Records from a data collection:
══════
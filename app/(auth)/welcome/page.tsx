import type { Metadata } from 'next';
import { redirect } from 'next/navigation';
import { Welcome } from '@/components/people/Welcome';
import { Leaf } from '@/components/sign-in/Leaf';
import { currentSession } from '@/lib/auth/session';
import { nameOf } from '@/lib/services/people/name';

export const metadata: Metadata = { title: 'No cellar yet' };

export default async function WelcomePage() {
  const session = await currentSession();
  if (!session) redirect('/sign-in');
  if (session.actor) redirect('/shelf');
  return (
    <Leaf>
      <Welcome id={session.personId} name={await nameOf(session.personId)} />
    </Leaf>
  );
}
══════
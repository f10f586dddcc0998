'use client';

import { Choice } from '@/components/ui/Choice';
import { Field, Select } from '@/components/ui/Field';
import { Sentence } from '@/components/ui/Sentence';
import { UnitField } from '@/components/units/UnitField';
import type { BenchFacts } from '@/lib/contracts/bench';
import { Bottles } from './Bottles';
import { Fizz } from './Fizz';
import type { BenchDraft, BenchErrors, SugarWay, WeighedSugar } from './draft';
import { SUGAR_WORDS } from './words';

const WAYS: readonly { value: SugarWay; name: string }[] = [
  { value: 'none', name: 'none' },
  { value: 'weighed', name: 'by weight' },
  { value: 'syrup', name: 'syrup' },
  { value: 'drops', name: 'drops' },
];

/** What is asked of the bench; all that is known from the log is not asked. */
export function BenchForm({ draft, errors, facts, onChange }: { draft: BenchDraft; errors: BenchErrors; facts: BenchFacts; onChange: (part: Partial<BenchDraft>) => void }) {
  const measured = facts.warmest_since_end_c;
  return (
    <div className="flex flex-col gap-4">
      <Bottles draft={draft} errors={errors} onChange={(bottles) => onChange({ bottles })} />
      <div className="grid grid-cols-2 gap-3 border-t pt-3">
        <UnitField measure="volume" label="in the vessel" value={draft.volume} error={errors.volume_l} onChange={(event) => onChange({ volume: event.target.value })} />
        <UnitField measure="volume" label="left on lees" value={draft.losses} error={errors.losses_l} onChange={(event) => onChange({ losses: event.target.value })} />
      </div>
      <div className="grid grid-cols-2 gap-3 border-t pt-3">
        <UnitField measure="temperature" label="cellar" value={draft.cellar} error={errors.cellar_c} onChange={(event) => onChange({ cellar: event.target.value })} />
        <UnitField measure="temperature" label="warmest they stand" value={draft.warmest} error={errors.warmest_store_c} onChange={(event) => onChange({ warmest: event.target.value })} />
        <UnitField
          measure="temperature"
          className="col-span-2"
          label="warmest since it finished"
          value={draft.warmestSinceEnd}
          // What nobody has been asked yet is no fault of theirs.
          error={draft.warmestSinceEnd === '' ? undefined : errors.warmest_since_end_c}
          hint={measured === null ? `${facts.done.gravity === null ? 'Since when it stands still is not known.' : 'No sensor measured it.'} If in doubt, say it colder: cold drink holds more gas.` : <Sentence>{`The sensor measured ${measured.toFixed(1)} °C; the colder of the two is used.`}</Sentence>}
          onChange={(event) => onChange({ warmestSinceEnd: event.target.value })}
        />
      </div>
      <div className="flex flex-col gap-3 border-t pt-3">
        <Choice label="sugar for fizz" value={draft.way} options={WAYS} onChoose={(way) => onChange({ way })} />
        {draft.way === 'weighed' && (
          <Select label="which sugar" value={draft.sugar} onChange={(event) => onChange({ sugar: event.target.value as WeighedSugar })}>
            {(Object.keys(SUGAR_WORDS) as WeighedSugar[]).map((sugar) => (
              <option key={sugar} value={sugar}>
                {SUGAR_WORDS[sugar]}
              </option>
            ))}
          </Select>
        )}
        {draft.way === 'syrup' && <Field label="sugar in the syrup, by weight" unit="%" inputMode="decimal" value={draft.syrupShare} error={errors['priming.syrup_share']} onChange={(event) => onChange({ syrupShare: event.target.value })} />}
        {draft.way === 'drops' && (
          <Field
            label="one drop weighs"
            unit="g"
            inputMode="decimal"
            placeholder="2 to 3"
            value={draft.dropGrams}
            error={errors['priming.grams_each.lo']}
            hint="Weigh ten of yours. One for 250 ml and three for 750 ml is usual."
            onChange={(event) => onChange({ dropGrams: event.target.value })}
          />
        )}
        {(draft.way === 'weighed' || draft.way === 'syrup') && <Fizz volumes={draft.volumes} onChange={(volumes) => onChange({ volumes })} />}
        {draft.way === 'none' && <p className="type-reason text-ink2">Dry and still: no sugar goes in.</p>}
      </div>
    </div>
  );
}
══════
● What you are asked to do:
Among the records above, repeat exactly the line with "const WAYS: readonly", the line with "flex-col gap-3 border-t", and every line in between, and only those.

● Exercise response:
const WAYS: readonly { value: SugarWay; name: string }[] = [
  { value: 'none', name: 'none' },
  { value: 'weighed', name: 'by weight' },
  { value: 'syrup', name: 'syrup' },
  { value: 'drops', name: 'drops' },
];

/** What is asked of the bench; all that is known from the log is not asked. */
export function BenchForm({ draft, errors, facts, onChange }: { draft: BenchDraft; errors: BenchErrors; facts: BenchFacts; onChange: (part: Partial<BenchDraft>) => void }) {
  const measured = facts.warmest_since_end_c;
  return (
    <div className="flex flex-col gap-4">
      <Bottles draft={draft} errors={errors} onChange={(bottles) => onChange({ bottles })} />
      <div className="grid grid-cols-2 gap-3 border-t pt-3">
        <UnitField measure="volume" label="in the vessel" value={draft.volume} error={errors.volume_l} onChange={(event) => onChange({ volume: event.target.value })} />
        <UnitField measure="volume" label="left on lees" value={draft.losses} error={errors.losses_l} onChange={(event) => onChange({ losses: event.target.value })} />
      </div>
      <div className="grid grid-cols-2 gap-3 border-t pt-3">
        <UnitField measure="temperature" label="cellar" value={draft.cellar} error={errors.cellar_c} onChange={(event) => onChange({ cellar: event.target.value })} />
        <UnitField measure="temperature" label="warmest they stand" value={draft.warmest} error={errors.warmest_store_c} onChange={(event) => onChange({ warmest: event.target.value })} />
        <UnitField
          measure="temperature"
          className="col-span-2"
          label="warmest since it finished"
          value={draft.warmestSinceEnd}
          // What nobody has been asked yet is no fault of theirs.
          error={draft.warmestSinceEnd === '' ? undefined : errors.warmest_since_end_c}
          hint={measured === null ? `${facts.done.gravity === null ? 'Since when it stands still is not known.' : 'No sensor measured it.'} If in doubt, say it colder: cold drink holds more gas.` : <Sentence>{`The sensor measured ${measured.toFixed(1)} °C; the colder of the two is used.`}</Sentence>}
          onChange={(event) => onChange({ warmestSinceEnd: event.target.value })}
        />
      </div>
      <div className="flex flex-col gap-3 border-t pt-3">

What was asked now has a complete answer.